Pour quelques-uns d'entre eux, ce fut vraiment du mieux qu'il y trouvèrent, si tant est que nous soyons en mesure de prétendre ce qui est bon pour l'autre. Mais constater qu'un jeune change réellement de position dans le cadre institutionnel dans lequel il évolue, est réellement encourageant. Se rendre compte aussi que cela se fit par le biais de l'écriture, c'est-à-dire que ce changement se manifesta aussi au travers de l'écrit, et visiblement par le biais de l'écrit, est au moins le signe de l'importance que revêt un travail d'écriture. Lorsque, dans la psychose, nous avons à faire à des sujets pour lesquels le langage n'est qu'un ensemble de signifiants sans aucune articulation, sans rien qui n'en permette l'utilisation comme moyen de communication, se rendre compte que la pratique de l'écriture vient au moins en partie mettre de l'ordre dans ce désordre subjectif, pose comme nécessairement constitutif l'écrit comme un fondement du rapport du sujet au langage (que cela se manifeste pas l'écriture ou pas d'ailleurs).
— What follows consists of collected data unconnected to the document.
/**
 * Layout of the console in real headless Chromium, checked on layout boxes (getBoundingClientRect), not pixels:
 * every data table stays inside its panel (scrolling sideways inside it when wider) at 1280 px and on a narrow
 * 600 px window; the trajectory figure of the demo flyby is framed on the spacecraft's path, marks the Sun at the
 * frame's edge in the Sun's direction when outside, and marks Mars where the spacecraft passes it.
 * The expected geometry comes from the plan the API returns (fetched here), not from the console's code.
 */
import { mkdirSync } from 'node:fs';
import { resolve } from 'node:path';
import type { Page } from 'playwright-core';
import { afterAll, beforeAll, describe, expect, it } from 'vitest';
import { startService, type TestService } from '../harness/service.ts';
import type { TestBrowser } from './browser.ts';
import { buildConsole } from './build-console.ts';
import { planDemo, reviewerPage } from './demo-plan.ts';

const ROOT = resolve(import.meta.dirname, '../..');
const SHOTS = resolve(ROOT, 'test-artifacts/console');
type Box = { left: number; right: number; top: number; bottom: number; width: number; height: number };
type Vec3 = [number, number, number];
interface PlanGeometry {
  trajectory: { positionKm: Vec3 }[];
  approaches: { body: string; epoch: { tdbS: number } }[];
  bodyPositions: { body: string; at: string; epoch: { tdbS: number }; positionKm: Vec3 }[];
}

let svc: TestService;
let browser: TestBrowser;
let page: Page;
let planId = '';
let plan: PlanGeometry;

beforeAll(async () => {
  buildConsole();
  svc = await startService();
  await svc.startWorkerInProcess({ concurrency: 1 });
  // The layout does not depend on the sample count; fewer keep the test short.
  ({ planId, plan } = await planDemo<PlanGeometry>(svc, (demo) => { demo.dispersion.samples = 20; }));
  ({ browser, page } = await reviewerPage(svc));
}, 300_000);

afterAll(async () => {
  await browser?.close();
  await svc?.close();
});

/** Boxes of every data table, the scrolling region around it and its panel (card), plus the window width. */
async function tableBoxes(): Promise<{ innerWidth: number; tables: { name: string; table: Box; region: Box | null; card: Box; overflowX: string }[] }> {
  return page.evaluate(() => {
    const box = (e: Element): Box => { const r = e.getBoundingClientRect(); return { left: r.left, right: r.right, top: r.top, bottom: r.bottom, width: r.width, height: r.height }; };
    return {
      innerWidth: window.innerWidth,
      tables: Array.from(document.querySelectorAll('table.data')).map((t) => {
        const region = t.closest('.table-scroll');
        return {
          name: t.querySelector('caption')?.textContent ?? t.getAttribute('data-testid') ?? 'table',
          table: box(t), region: region ? box(region) : null, card: box(t.closest('.card')!),
          overflowX: region ? getComputedStyle(region).overflowX : 'none',
        };
      }),
    };
  });
}

describe('console layout', () => {
  describe('when tables are shown at 1280 px and on a narrow window', () => {
    it('should keep every table inside its panel, scrolling inside the panel when wider', async () => {
      const screens = ['#/jobs', '#/plans', `#/plans/${planId}`, `#/plans/${planId}/history`];
      for (const width of [1280, 600]) {
        await page.setViewportSize({ width, height: 800 });
        for (const hash of screens) {
          await page.goto(`${svc.url}/console/${hash}`);
          await page.locator('table.data tbody tr').first().waitFor();
          const { innerWidth, tables } = await tableBoxes();
          expect(tables.length, `${hash} at ${width}`).toBeGreaterThan(0);
          for (const t of tables) {
            const where = `${t.name} on ${hash} at ${width} px`;
            expect(t.region, where).not.toBeNull();
            expect(t.region!.left, where).toBeGreaterThanOrEqual(t.card.left - 0.5);
            expect(t.region!.right, where).toBeLessThanOrEqual(t.card.right + 0.5);
            expect(t.card.right, where).toBeLessThanOrEqual(innerWidth + 0.5);
            // A table wider than its region must be reachable by scrolling inside the region.
            if (t.table.width > t.region!.width + 0.5) expect(t.overflowX, where).toBe('auto');
          }
        }
      }
    }, 120_000);
  });

  describe('when the trajectory of the demo flyby is shown', () => {
    it('should frame the path, mark Mars at closest approach and the Sun at the edge toward the Sun', async () => {
      await page.setViewportSize({ width: 1280, height: 800 });
      await page.goto(`${svc.url}/console/#/plans/${planId}`);
      const figure = page.getByTestId('trajectory-plot');
      await figure.waitFor();
      mkdirSync(SHOTS, { recursive: true });
      await figure.screenshot({ path: resolve(SHOTS, 'layout-trajectory.png') }); // for people to look at; not compared
      const boxes = await figure.evaluate((f) => {
        const box = (sel: string): Box | null => { const e = f.querySelector(sel); if (!e) return null; const r = e.getBoundingClientRect(); return { left: r.left, right: r.right, top: r.top, bottom: r.bottom, width: r.width, height: r.height }; };
        return {
          area: box('[data-testid="plot-area"]')!, path: box('[data-testid="trajectory-path"]')!,
          approach: box('.mk-approach path'),
          sun: box('[data-testid="body-sun"] circle'), sunArrow: box('[data-testid="body-sun"] .edge-arrow'),
          sunPlacement: f.querySelector('[data-testid="body-sun"]')?.getAttribute('data-placement'),
          mars: box('[data-testid="body-mars"] circle'), marsPlacement: f.querySelector('[data-testid="body-mars"]')?.getAttribute('data-placement'),
        };
      });
      const centre = (b: Box): [number, number] => [(b.left + b.right) / 2, (b.top + b.bottom) / 2];
      // The path lies inside the plot area and fills it along its limiting direction (frame margin 10 %).
      expect(boxes.path.left).toBeGreaterThanOrEqual(boxes.area.left - 1);
      expect(boxes.path.right).toBeLessThanOrEqual(boxes.area.right + 1);
      expect(boxes.path.top).toBeGreaterThanOrEqual(boxes.area.top - 1);
      expect(boxes.path.bottom).toBeLessThanOrEqual(boxes.area.bottom + 1);
      expect(Math.max(boxes.path.width / boxes.area.width, boxes.path.height / boxes.area.height)).toBeGreaterThan(0.8);

      // Mars: its plan position is at the closest-approach epoch, and it is drawn where the spacecraft passes it.
      const mars = plan.bodyPositions.find((b) => b.body === 'mars')!;
      expect(mars.at).toBe('closest-approach');
      expect(mars.epoch.tdbS).toBe(plan.approaches.find((a) => a.body === 'mars')!.epoch.tdbS);
      expect(boxes.marsPlacement).toBe('inside');
      const [mx, my] = centre(boxes.mars!); const [ax, ay] = centre(boxes.approach!);
      expect(Math.hypot(mx - ax, my - ay)).toBeLessThan(6);

      // The Sun (origin of the ecliptic X–Y projection) lies outside the path's box: marked at the edge, toward it.
      const pts = plan.trajectory.map((p) => p.positionKm).concat(plan.bodyPositions.filter((b) => b.at === 'closest-approach').map((b) => b.positionKm));
      const [minX, maxX] = [Math.min(...pts.map((p) => p[0])), Math.max(...pts.map((p) => p[0]))];
      const [minY, maxY] = [Math.min(...pts.map((p) => p[1])), Math.max(...pts.map((p) => p[1]))];
      expect(minX > 0 || maxX < 0 || minY > 0 || maxY < 0).toBe(true);
      expect(boxes.sunPlacement).toBe('edge');
      const [sx, sy] = centre(boxes.sun!); const [cx, cy] = centre(boxes.area);
      expect(sx).toBeGreaterThan(boxes.area.left); expect(sx).toBeLessThan(boxes.area.right);
      expect(sy).toBeGreaterThan(boxes.area.top); expect(sy).toBeLessThan(boxes.area.bottom);
      expect(Math.min(sx - boxes.area.left, boxes.area.right - sx, sy - boxes.area.top, boxes.area.bottom - sy)).toBeLessThan(30);
      // Direction on screen (y down) against the direction from the frame's centre to the Sun in the data (y up).
      const wanted = Math.atan2(-(0 - (minY + maxY) / 2), 0 - (minX + maxX) / 2);
      const shown = Math.atan2(sy - cy, sx - cx);
      expect(Math.abs(Math.atan2(Math.sin(shown - wanted), Math.cos(shown - wanted))) * 180 / Math.PI).toBeLessThan(3);
      const [tx, ty] = centre(boxes.sunArrow!);
      expect(Math.hypot(tx - cx, ty - cy)).toBeGreaterThan(Math.hypot(sx - cx, sy - cy)); // the arrow points outward
    }, 60_000);
  });
});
Ceci dit, une question, bien sûr se pose, à savoir celle d'une nécessité d'en passer par l'écrit. Est-ce tout autant systématique ? Est-ce un choix ? Est-ce la seule alternative qui se présente à un sujet désireux de faire autre son sort ? Bernard Noël avance dans son ouvrage "treize cases du je", que l'écriture est ce qui lui permet d'être autre que celui qu'il serait s'il n'écrivait pas. Paul Auster soulignait aussi dans "l'invention de la solitude", que l'auteur de Pinocchio, Collodi, reconnaissait s'être défait de la marionnette qu'il était, par le biais de l'écrit. Lacan dans son travail d'analyste, approfondit à maintes reprises son questionnement sur l'écriture, mais visiblement sans faire de l'écrit ce qui s'en tient à de l'encre posée sur du papier. Ce serait pourtant conclure un peu rapidement que d'avancer que la vie est en soi écriture, cela va sans dire. Mais le rapport au langage, s'il existe comme outil, communication, nécessite au moins d'être perçu par un autre qui écoute et qui parle. Dans la psychose c'est cela qui est en jeu. Aussi ce travail a-t-il été possible depuis les travaux de Freud et de Lacan, travaux réellement emplis de pertinence dès lors que l'on s'intéresse au langage. Ils furent à la base du questionnement et du dispositif qui fut ainsi mis en place. Aussi encouragerais-je quiconque désirerait engager un tel travail, à jeter un oeil dans ces textes.

Laurent COMBRES.
Equipe de Recherche Clinique.
Université Toulouse le Mirail.


Bibliographie succinte :
- Bernard Cadoux - Ecriture de la psychose - Aubier.
- Pierre Bruno - Antonin Artaud : réalité et poésie - l'Harmattan.
- Sigmund Freud - Cinq psychanalyse : le cas Schreber - PUF.
- Jacques Lacan - Le séminaire XXIII : Le sinthome - Inédit.
- Jacques Lacan - Le Séminaire III : Les psychoses - Seuil.
- Gérard Pommier - Naissance et renaissance de l'écriture - PUF.